Eight to 10 acres, one floor, and access to water and sewer are the ideal requirements for the new site for the reconstruction of the Prescott and Russell Residence.
At its council meeting on June 28, the United Counties of Prescott and Russell voted to hire Colliers Project Leaders to find one such site.
In addition to the finding the site, the group will also be in charge of creating an application for a $250,000 planning grant.
New provincial standards mean the residence needs to be rebuilt by 2025. The 146-bed facility has been on Cartier Boulevard in Hawkesbury since 1977.
The funding is part of Construction Funding Subsidy Policy for Long-Term Care Homes, introduce by the province in 2015.

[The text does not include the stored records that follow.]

using GlobalFit.Engine.Configuration;

namespace GlobalFit.Engine.Runs;

/// <summary>The top-level keys of a run configuration: what to fit, where to keep the run, and how long and how wide
/// to run it. Class sections, <c>[noise]</c> and <c>[schedule]</c> are read by <see cref="RunPlan"/>.</summary>
public sealed record RunSettings
{
    /// <summary>The top-level keys (tables excluded).</summary>
    public static readonly string[] Keys =
    [
        "data", "run_folder", "seed", "iterations", "burn_in", "checkpoint_every_iterations", "checkpoint_every_minutes", "threads",
        "max_worker_failures", "min_confidence",
    ];

    /// <summary>The observation file, absolute [<c>data</c>; relative paths are taken from the config file's folder].</summary>
    public required string DataPath { get; init; }

    /// <summary>The run folder, absolute [<c>run_folder</c>, default <c>run</c> beside the config file].</summary>
    public required string RunFolder { get; init; }

    /// <summary>The run seed every random stream derives from [<c>seed</c>].</summary>
    public ulong Seed { get; init; } = 1;

    /// <summary>Blocked-Gibbs iterations to run in total [<c>iterations</c>].</summary>
    public int Iterations { get; init; } = 100;

    /// <summary>Leading iterations whose samples the catalogue leaves out [<c>burn_in</c>, default a fifth].</summary>
    public int BurnIn { get; init; }

    /// <summary>Iterations between checkpoints [<c>checkpoint_every_iterations</c>].</summary>
    public int CheckpointEvery { get; init; } = 10;

    /// <summary>Wall-clock minutes after which a checkpoint is written even if fewer iterations passed
    /// [<c>checkpoint_every_minutes</c>].</summary>
    public double CheckpointMinutes { get; init; } = 30;

    /// <summary>Threads of the compute dispatcher the workers run on [<c>threads</c>, default: the machine's cores].</summary>
    public int Threads { get; init; } = Environment.ProcessorCount;

    /// <summary>Failures of one worker within one iteration after which the run stops [<c>max_worker_failures</c>].</summary>
    public int MaxWorkerFailures { get; init; } = 3;

    /// <summary>Catalogue sources present in fewer than this fraction of the samples are left out [<c>min_confidence</c>].</summary>
    public double MinConfidence { get; init; } = 0.5;

    /// <summary>Reads the top-level keys of <paramref name="root"/>.</summary>
    /// <param name="root">The configuration's root table.</param>
    /// <param name="configFolder">Folder relative paths are taken from.</param>
    /// <param name="requireData">Whether the data file must exist now.</param>
    public static RunSettings FromConfig(ConfigTable root, string configFolder, bool requireData = true)
    {
        ArgumentNullException.ThrowIfNull(root);
        if (!root.Has("data")) throw root.Invalid("data", "the run configuration must name its observation file: data = \"FILE.h5\"");
        int iterations = (int)root.GetInteger("iterations", 100, 1, 100_000_000);
        var defaults = new RunSettings { DataPath = "", RunFolder = "" };
        var settings = new RunSettings
        {
            DataPath = root.GetPath("data", "", configFolder),
            RunFolder = root.GetPath("run_folder", "run", configFolder),
            Seed = (ulong)root.GetInteger("seed", 1, 0, long.MaxValue),
            Iterations = iterations,
            BurnIn = (int)root.GetInteger("burn_in", iterations / 5, 0, iterations - 1),
            CheckpointEvery = (int)root.GetInteger("checkpoint_every_iterations", defaults.CheckpointEvery, 1, 100_000_000),
            CheckpointMinutes = root.GetInRange("checkpoint_every_minutes", defaults.CheckpointMinutes, 0.01, 1e6),
            Threads = (int)root.GetInteger("threads", defaults.Threads, 1, 4096),
            MaxWorkerFailures = (int)root.GetInteger("max_worker_failures", defaults.MaxWorkerFailures, 1, 1000),
            MinConfidence = root.GetInRange("min_confidence", defaults.MinConfidence, 0.0, 1.0),
        };
        if (requireData && !File.Exists(settings.DataPath)) throw root.Invalid("data", $"file not found: {settings.DataPath}");
        return settings;
    }

    /// <summary>Writes every top-level key.</summary>
    public void WriteResolved(ResolvedConfigWriter writer)
    {
        ArgumentNullException.ThrowIfNull(writer);
        writer.Key("data", DataPath);
        writer.Key("run_folder", RunFolder);
        writer.Key("seed", (long)Seed);
        writer.Key("iterations", Iterations);
        writer.Key("burn_in", BurnIn);
        writer.Key("checkpoint_every_iterations", CheckpointEvery);
        writer.Key("checkpoint_every_minutes", CheckpointMinutes);
        writer.Key("threads", Threads);
        writer.Key("max_worker_failures", MaxWorkerFailures);
        writer.Key("min_confidence", MinConfidence);
    }
}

The $250,000 is a one-time planning grant that’s only available for not-for-profit long-term care homes like the P-R Residence.
In addition to the grant, UCPR is also looking to apply to the construction funding subsidy (CFS) also under the policy. The maximum a residence can received through the CFS is $23.03 per bed per day and would only kick in after construction.
During Colliers’ presentation during the meeting, Andrew Rodrigues, the firm’s project manager, mentioned potentially looking at other avenues to generate revenue with the new facility. For example, trading in residence beds for palliative care beds, and adding preferred accommodation rates.
But that work would come with a fee.
Colliers’ current approved mandate is to find a site and complete the application, which will cost the UCPR $35,000.
Municipalities are allowed to submit suggestions for the site; there have already been talks of one in St-Isidore.
But at its meeting concerning the residence in March, United Counties CAO Stéphane Parisien advised council to consider proximity to a hospital, i.e. thinking of keeping the residence in Hawkesbury.
Mayor Dicaire suggested breaking up the residence into multiple smaller sites to better serve the entirety of Prescott-Russell, not just a portion.
Mayor Desjardins quickly rebuked that idea.
“I don’t agree with separating the beds,” he said. “All you’re going to do is add more costs, more administration… It should be out of the question.”
Towards the end of the delegation, Mayor Dicaire and Warden Barton raised the idea of tipping council’s hand when it came to deciding on a site and being up-charged by the landowner.
“That’s always something we face,” said Parisien. “We’re going to try and be as under the radar as we can be.”
“We have to be careful that we don’t say, ‘This is our preferred site’,” said Barton.
“The way I’d like to leave this is we select a site and we acquire it,” said Parisien. “We’ve been talking about this for too long. I think the first step is acquiring the said land to move forward.”